Что же будет с родиной?

– Возвращаясь к историческим параллелям – можно ли провести их вперед и дать прогноз: что ждет Россию в будущем? Крушение системы, как при развале СССР?

– Не исключено. Возможно, усилятся авторитарные тенденции, которые выльются в форму диктатуры, не столько единоличной, сколько корпоративной. В экономике это уже заметно – идет реприватизация, малый бизнес поглощается крупным, в столице, к примеру, не осталось ни ларьков, ни рынков – сплошные сети супермаркетов. Такая безальтернативность и стремление корпораций монополизировать все, начиная с магазинов, заканчивая властью, – это, конечно, опасно и в конечном итоге может спровоцировать очередную революцию. Однако есть и оптимистичный вариант.

– Какой же?

– Надеюсь, Россия поймет важность гражданского общества и демократических свобод. Пока мы пассивны и аполитичны. Это нормально: мы наконец-то получаем удовольствие от жизни, одеваемся по моде, ездим куда хочется – нам нужно насытиться. Потом мы непременно вновь начнем участвовать в судьбах страны так же, как, например, американцы. Там увлекательнейшая президентская кампания! Женщина, черный, военный летчик – и никому не безразлично, кто победит! Каждый знает, что от его выбора реально зависит многое. Хотелось бы, чтобы и у нас так было. В конце концов, людям присущ здравый смысл, а демократия – это самая здравая форма правления, мы должны к ней прийти.

Россия для иностранцев

– Вы много преподаете за границей. Есть принципиальные различия между российскими и иностранными студентами?

– Безусловно! Я обожаю российских студентов, особенно в провинции – столько умных глаз не увидишь нигде! Японцы – те аккуратно записывают, кивают, но их кивки означают, что они слушают, и отнюдь не означают, что слышат и понимают. Американцы въедливые – хотят за свои деньги получить максимум. Итальянцы... Это анекдот! Я в аудитории изнемогаю от жары, прошу открыть окно, а они: «Вы что! На улице всего плюс пятнадцать – мороз!». Пришлось читать лекцию в поту, в мыле да еще перепачканному с ног до головы мелом. Для иностранцев же каждый термин нужно записывать на доске – на слух не воспринимают. И, конечно, разность менталитетов сказывается – многие вещи не понятны, как ни растолковывай! В Германии я так и не смог объяснить, что такое бездорожье, – меня спрашивали: «Если это дорога, то почему по ней трудно ехать, а если это не дорога, то почему там ездят?»

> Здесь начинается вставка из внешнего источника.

import type { Metadata } from 'next';
import type { ReactNode } from 'react';

/**
 * Everything under /v is a viewer link: never indexed, never followed, and no referrer leaves
 * the page (the token is in the address). next.config.ts sends the same as HTTP headers.
 */
export const metadata: Metadata = {
  robots: { index: false, follow: false, nocache: true, googleBot: { index: false, follow: false } },
  referrer: 'no-referrer',
};

export default function ViewerLayout({ children }: { children: ReactNode }) {
  return children;
}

– В целом на Западе интерес к России велик?

– Он поубавился. Поскольку мы не так могущественны и страшны, то мы и не так интересны – настало время интересоваться Китаем и исламскими государствами. Но все-таки в России остается немало привлекательного: наша литература, наши женщины, наши душевные посиделки за полночь, а главное – ощущение жизни у бездны на краю. На Западе жизнь упорядоченная, предсказуемая. В России – совсем иначе, и находятся фанатики, которые летят сюда, как пчелы на мед. Я знаю одного американца, влюбленного в Саратов. Он без дураков говорит: «Хочу быть похороненным на саратовском кладбище».

Во власти страсти

– Сложно ли заниматься популяризацией науки и, в частности, истории на телевидении?

– Этим нужно заниматься! Долг ученого – просвещать население. А что касается сложностей... Во-первых, телевидение – это наркотик, есть риск, что называется, подсесть, хотя я, как мне кажется, не стал наркоманом – я лишен эдакого актерского тщеславия и смущаюсь, когда меня узнают на улице. Во-вторых, конвейерное производство: хочешь, не хочешь – включилась камера, ты должен говорить. Причем говорить осмысленно. Внятно. Без мыканья-пыканья. Не справился – пересъемки, и никого не волнует, что ты устал. Наконец, в-третьих, нужно соблюдать телевизионные законы. Но они довольно разумны: нельзя поучать аудиторию и общаться с ней свысока, иначе зритель не будет тебе доверять, нельзя врать, нельзя изъясняться наукообразным суконным языком – надо быть проще, и люди к тебе потянутся.

– То есть надо снисходить до массового понимания?

– Ну не совсем массового! «Культуру», в отличие от Муз-ТВ, смотрят интеллигенты, они в состоянии осилить фразу больше, чем из трех слов. Но это должны быть нормальные человеческие слова, а не какая-то туманная заумь! По-моему, вполне справедливое требование. Сам предмет разговора к тому располагает – российская история невероятно живая, драматичная, полная поистине шекспировских страстей и эмоций.

– Получается не поддаваться эмоциям и сохранять объективность?

– Конечно, нет! И я знаю, что лет через 20-30 мои книги будут переписаны новым поколением историков. Но напрасно эти новые будут мнить, что они более объективны!